/**
 * The history of an instrument as a sheet: one row for each visit and string, the newest visit
 * first. Millimetres, inches for gauges, cents, degrees Celsius, percent; days as in ISO 8601. May
 * use {@code sheets.csv}, {@code sheets.job} and {@code logbook}.
 */
@NullMarked
package sillet.sheets.history;

import org.jspecify.annotations.NullMarked;
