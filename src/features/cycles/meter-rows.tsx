import type { Cycle, MeterEnergy } from '#shared/ledger/cycle.ts';
import { kwh } from '#src/lib/format.ts';
import { FigureButton } from '#src/ui/working.tsx';

const CHANNEL_NAMES = { import: 'Bought', export: 'Sent out', production: 'Made' } as const;

/** Meter by meter, where a channel has more than one: the parts of its sum, and what another service point's meter saw apart from it. */
export function MeterRows({ cycle }: { cycle: Cycle }) {
  if (cycle.meters.length === 0) return null;
  return (
    <section className="mt-5 max-w-[620px]" aria-labelledby="meter-by-meter">
      <h3 id="meter-by-meter">Meter by meter</h3>
      <table className="ruled ruled-stack">
        <thead>
          <tr>
            <th scope="col" className="text">
              Meter
            </th>
            <th scope="col" className="text">
              Counts
            </th>
            <th scope="col">kWh</th>
          </tr>
        </thead>
        <tbody>
          {cycle.meters.map((one) => (
            <tr key={`${one.channel} ${one.meter}`}>
              <th scope="row">
                {one.meter}
                {noteOf(one) !== null && <span className="hint block font-normal">{noteOf(one)}</span>}
              </th>
              <td className="text" data-label="Counts">
                {CHANNEL_NAMES[one.channel]}
              </td>
              <td data-label="kWh">
                <FigureButton
                  title={`${CHANNEL_NAMES[one.channel]}, meter ${one.meter}`}
                  text={kwh(one.figure.wh)}
                  working={one.figure.working}
                />
              </td>
            </tr>
          ))}
        </tbody>
      </table>
    </section>
  );
}

function noteOf({ label, servicePoint, counted }: MeterEnergy): string | null {
  if (servicePoint !== null) return counted ? `${servicePoint}, netted with the house` : `${servicePoint}, kept apart`;
  return label;
}
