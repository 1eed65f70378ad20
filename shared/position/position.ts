import * as z from 'zod/mini';
import { cycleKey } from '../books/book.ts';
import { centsSchema } from '../units/cents.ts';
import { daySchema } from '../units/day.ts';
import { workingSchema } from '../working.ts';

/** Cents by book; a book without entries is zero. */
export const byBook = z.object({
  billAvoided: centsSchema,
  incentive: centsSchema,
  insurance: centsSchema,
  credit: centsSchema,
  loan: centsSchema,
  upkeep: centsSchema,
  costs: centsSchema,
});
export type ByBook = z.infer<typeof byBook>;

/** A figure with the working behind it. */
export const figureSchema = z.object({ amountCents: centsSchema, working: workingSchema });
export type Figure = z.infer<typeof figureSchema>;

/** What stands between cash so far and settled today, on a day. */
export const settledParts = z.object({
  /** Negative: what it takes to pay the loan off. */
  loanPayoff: figureSchema,
  creditStillToCome: figureSchema,
  incentiveOwed: figureSchema,
  utilityBank: figureSchema,
});
export type SettledParts = z.infer<typeof settledParts>;

/** The position at the close of a cycle (or before the first, or since the last). */
export const positionPoint = z.object({
  cycle: cycleKey,
  /** The day the point stands for: the cycle's `to`; for `before` the first cycle's `from`; for `since` today. */
  on: daySchema,
  books: byBook,
  addedCents: centsSchema,
  cashSoFarCents: centsSchema,
  loanPayoffCents: centsSchema,
  creditStillToComeCents: centsSchema,
  incentiveOwedCents: centsSchema,
  utilityBankCents: centsSchema,
  settledTodayCents: centsSchema,
  provisional: z.boolean(),
});
export type PositionPoint = z.infer<typeof positionPoint>;

/** One projected month. */
export const projectedMonth = z.object({
  /** First day of the month after the last closed cycle, and so on: the month's end. */
  on: daySchema,
  books: byBook,
  addedCents: centsSchema,
  cashSoFarCents: centsSchema,
  /** The parts of settled today beside cash so far, signed as at a close: the payoff negative. */
  loanPayoffCents: centsSchema,
  creditStillToComeCents: centsSchema,
  incentiveOwedCents: centsSchema,
  utilityBankCents: centsSchema,
  settledTodayCents: centsSchema,
  loanBalanceCents: centsSchema,
});
export type ProjectedMonth = z.infer<typeof projectedMonth>;

export const eventSchema = z.object({
  on: daySchema,
  label: z.string(),
  kind: z.enum(['credit', 'insurance', 'insuranceEnd', 'incentiveEnd', 'loanEnd', 'cost', 'planChange']),
  projected: z.boolean(),
});
export type PositionEvent = z.infer<typeof eventSchema>;

/** An assumption of the projection, with where it comes from. */
export const statedAssumption = z.object({
  name: z.string(),
  label: z.string(),
  value: z.string(),
  source: z.string(),
});

export const projectionSchema = z.object({
  months: z.array(projectedMonth),
  /** The first month from which settled today stays at or above zero; null when not within the horizon. */
  evenOn: z.nullable(daySchema),
  assumptions: z.array(statedAssumption),
});
export type Projection = z.infer<typeof projectionSchema>;

export const positionSchema = z.object({
  today: daySchema,
  points: z.array(positionPoint),
  /** Totals since the beginning, each with its working. */
  cashSoFar: figureSchema,
  settledToday: figureSchema,
  settledWithoutCredit: figureSchema,
  settledParts,
  /** Mean monthly change of settled today over the last 12 cycles; null before two cycles. */
  pace: z.nullable(figureSchema),
  /** Bill avoided + incentive + insurance − scheduled loan − upkeep of the last cycle, and its 12-cycle mean. */
  margin: z.nullable(figureSchema),
  marginMean: z.nullable(figureSchema),
  /** Sums over the last cycle, the last 12, and all, by book, each with its working (the entries). */
  sums: z.object({
    lastCycle: z.record(z.string(), figureSchema),
    last12: z.record(z.string(), figureSchema),
    all: z.record(z.string(), figureSchema),
  }),
  events: z.array(eventSchema),
  /** Why there is no projection (under one cycle, no plan), else null. */
  projection: z.nullable(projectionSchema),
  whyNoProjection: z.nullable(z.string()),
});
export type Position = z.infer<typeof positionSchema>;
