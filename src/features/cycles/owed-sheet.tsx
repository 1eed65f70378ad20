import { Link } from 'react-router-dom';
import type { OwedList, OwedRow } from '#shared/ledger/owed-list.ts';
import { type Cents, cents } from '#shared/units/cents.ts';
import { cycleRangeWithYear, decimal, money } from '#src/lib/format.ts';
import { Sheet } from '#src/ui/sheet.tsx';
import { FigureButton } from '#src/ui/working.tsx';

/** What the utility owes the house or is owed, cycle by cycle with its causes and a running total; nothing when all bills agree. */
export function OwedSheet({ owed, base }: { owed: OwedList; base: string }) {
  if (owed.rows.length === 0) return null;
  return (
    <Sheet
      title="Between you and the utility"
      hint="What was billed too much and what the credit bank lacks, by cycle. Accepted differences are shown and left out of the total. Take it up with the utility; its tariff decides."
    >
      <div className="overflow-x-auto">
        <table className="ruled ruled-stack">
          <thead>
            <tr>
              <th scope="col">Cycle</th>
              <th scope="col" className="text">
                Why
              </th>
              <th scope="col">Owed to you</th>
              <th scope="col">Running</th>
            </tr>
          </thead>
          <tbody>
            {owed.rows.map((row) => (
              <OwedLine key={row.to} row={row} base={base} />
            ))}
            <tr className="total">
              <td>{wordsOf(owed.totalCents)}</td>
              <td className="text">{owed.totalKwh === '0' ? '' : `and ${decimal(owed.totalKwh)} kWh in the bank`}</td>
              <td data-label="Owed to you">
                <FigureButton title="Owed, in all" text={money(owed.totalCents)} working={owed.working} />
              </td>
              <td />
            </tr>
          </tbody>
        </table>
      </div>
    </Sheet>
  );
}

function OwedLine({ row, base }: { row: OwedRow; base: string }) {
  return (
    <tr>
      <th scope="row">
        <Link to={`${base}/cycles/${row.to}`}>{cycleRangeWithYear(row.from, row.to)}</Link>
      </th>
      <td className="text" data-label="Why">
        <span>
          {row.causes.join(' ')}
          {row.bankKwh !== null && ` The bank lacks ${decimal(row.bankKwh)} kWh.`}
          {row.accepted && <span className="hint"> Accepted with a note.</span>}
        </span>
      </td>
      <td data-label="Owed to you">
        <FigureButton
          title={`Owed, ${cycleRangeWithYear(row.from, row.to)}`}
          text={money(row.amountCents)}
          working={row.working}
          className={row.amountCents < 0 ? 'neg' : undefined}
        />
      </td>
      <td data-label="Running">{money(row.runningCents)}</td>
    </tr>
  );
}

function wordsOf(total: Cents): string {
  if (total === 0) return 'Nothing either way';
  return total > 0 ? 'The utility owes you' : `You owe the utility ${money(cents(-total))}`;
}
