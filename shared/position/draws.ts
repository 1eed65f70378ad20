import { daysBetween, monthOf } from '../units/day.ts';
import { Exact, exact } from '../units/rate.ts';
import type { EnergyCycle, ProjectionBasis } from './basis.ts';
import { segmentsOf } from './month-heaps.ts';
import { energyFrom, type Period, type PeriodEnergy } from './periods.ts';

/** A cycle as a calendar month may draw it. */
type Candidate = {
  /** How many of the month's recorded days it holds, and how many the ones before it hold together. */
  days: number;
  before: number;
  cycleDays: number;
  productionWh: number;
  exportWh: number;
  /** Whole years the cycle lies behind the last close. */
  age: number;
  /** Its use against the mean of the month's candidates, in millionths. */
  use: number;
  /** The cycle itself: how its energy fell on periods goes with the draw. */
  cycle: EnergyCycle;
};

/** What a month to come can draw: the candidates of its calendar month, and over how many recorded days a draw runs. */
type Urn = { days: number; candidates: Candidate[] };

/** Twelve urns, January first; and what a year's ageing leaves of production, in millionths, by years. */
export type Urns = { months: Urn[]; kept: number[] };

const MILLION = 1_000_000;
const DAYS_PER_YEAR = 365;

type Complete = { cycle: EnergyCycle } & Record<'importWh' | 'exportWh' | 'productionWh', number>;

/** The cycles a range may be drawn from: production, import and export measured whole, and not provisional. */
export function completeCycles(basis: ProjectionBasis): Complete[] {
  return basis.cycles.flatMap((cycle) => {
    const { importWh, exportWh, productionWh, provisional } = cycle;
    return provisional || importWh === null || exportWh === null || productionWh === null
      ? []
      : [{ cycle, importWh, exportWh, productionWh }];
  });
}

/**
 * The urns of a record. A calendar month draws one of its recorded days, and the whole month is as that day's cycle was: so a cycle's weight is the days it has
 * in the month, and production comes out in the mean as the base projection has it. Its use is kept as a share of the month's mean.
 */
export function urnsOf(basis: ProjectionBasis): Urns {
  const months: Urn[] = Array.from({ length: 12 }, () => ({ days: 0, candidates: [] }));
  const uses: number[][] = months.map(() => []);
  for (const { cycle, importWh, exportWh, productionWh } of completeCycles(basis)) {
    const cycleDays = daysBetween(cycle.from, cycle.to);
    const age = Math.max(0, Math.floor(daysBetween(cycle.to, basis.close.on) / DAYS_PER_YEAR));
    for (const { month, days } of segmentsOf(cycle.from, cycle.to)) {
      const urn = months[month];
      if (!urn) continue;
      urn.candidates.push({
        days,
        before: urn.days,
        cycleDays,
        productionWh: Math.max(0, productionWh),
        exportWh: Math.max(0, exportWh),
        age,
        use: MILLION,
        cycle,
      });
      uses[month]?.push(Math.max(0, importWh + productionWh - exportWh));
      urn.days += days;
    }
  }
  for (const [month, urn] of months.entries()) weighUses(urn, uses[month] ?? []);
  return { months, kept: keptOf(basis) };
}

/** Each candidate's use per day against the days' mean, so that a draw keeps the level of the last twelve months. */
function weighUses(urn: Urn, uses: readonly number[]): void {
  let total = new Exact(0);
  for (const [index, { days, cycleDays }] of urn.candidates.entries()) {
    total = total.plus(new Exact(uses[index] ?? 0).times(days).div(cycleDays));
  }
  if (total.isZero()) return;
  for (const [index, candidate] of urn.candidates.entries()) {
    candidate.use = new Exact(uses[index] ?? 0)
      .div(candidate.cycleDays)
      .times(urn.days)
      .div(total)
      .times(MILLION)
      .toDecimalPlaces(0)
      .toNumber();
  }
}

function keptOf(basis: ProjectionBasis): number[] {
  const { degradation, horizonMonths } = basis.facts.assumptions;
  const kept = new Exact(1).minus(exact(degradation));
  const oldest = Math.ceil(basis.cycles.length / 12) + Math.ceil(horizonMonths / 12) + 2;
  const made: number[] = [];
  let factor = new Exact(MILLION);
  for (let years = 0; years <= oldest; years += 1) {
    made.push(factor.toDecimalPlaces(0).toNumber());
    factor = factor.times(kept);
  }
  return made;
}

/** How many candidates a period has; none where the record holds no such month, and the base stands. */
export function candidatesOf(urns: Urns, period: Period): Urn {
  return urns.months[monthOf(period.from) - 1] ?? { days: 0, candidates: [] };
}

/** Which candidate a recorded day belongs to. */
export function candidateAt(urn: Urn, day: number): number {
  let at = 0;
  while ((urn.candidates[at + 1]?.before ?? Number.POSITIVE_INFINITY) <= day) at += 1;
  return at;
}

/** A period's energy as a candidate has it, brought to the period's age and length; `base` is the projection's own for the period. */
export function drawnEnergy(urns: Urns, period: Period, candidate: Candidate, base: PeriodEnergy): PeriodEnergy {
  const days = daysBetween(period.from, period.to);
  const kept = urns.kept[candidate.age + Math.floor(period.index / 12) + 1] ?? 0;
  const { productionWh: made, exportWh: sent } = candidate;
  const productionWh = Math.round((made * days * kept) / (candidate.cycleDays * MILLION));
  const useWh = Math.round((base.useWh * candidate.use) / MILLION);
  const sentWh = made === 0 ? 0 : Math.min(productionWh, Math.round((productionWh * sent) / made));
  return energyFrom(productionWh, useWh, sentWh);
}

--------------------------------------------------

Description of the task =
All lines above from the line with "projected month. */" through the line with "the horizon. */", both included, are to be set down exactly, with nothing else.

Answer to this problem =
/** One projected month. */
export const projectedMonth = z.object({
  /** First day of the month after the last closed cycle, and so on: the month's end. */
  on: daySchema,
  books: byBook,
  addedCents: centsSchema,
  cashSoFarCents: centsSchema,
  /** The parts of settled today beside cash so far, signed as at a close: the payoff negative. */
  loanPayoffCents: centsSchema,
  creditStillToComeCents: centsSchema,
  incentiveOwedCents: centsSchema,
  utilityBankCents: centsSchema,
  settledTodayCents: centsSchema,
  loanBalanceCents: centsSchema,
});
export type ProjectedMonth = z.infer<typeof projectedMonth>;

export const eventSchema = z.object({
  on: daySchema,
  label: z.string(),
  kind: z.enum(['credit', 'insurance', 'insuranceEnd', 'incentiveEnd', 'loanEnd', 'cost', 'planChange']),
  projected: z.boolean(),
});
export type PositionEvent = z.infer<typeof eventSchema>;

/** An assumption of the projection, with where it comes from. */
export const statedAssumption = z.object({
  name: z.string(),
  label: z.string(),
  value: z.string(),
  source: z.string(),
});

export const projectionSchema = z.object({
  months: z.array(projectedMonth),
  /** The first month from which settled today stays at or above zero; null when not within the horizon. */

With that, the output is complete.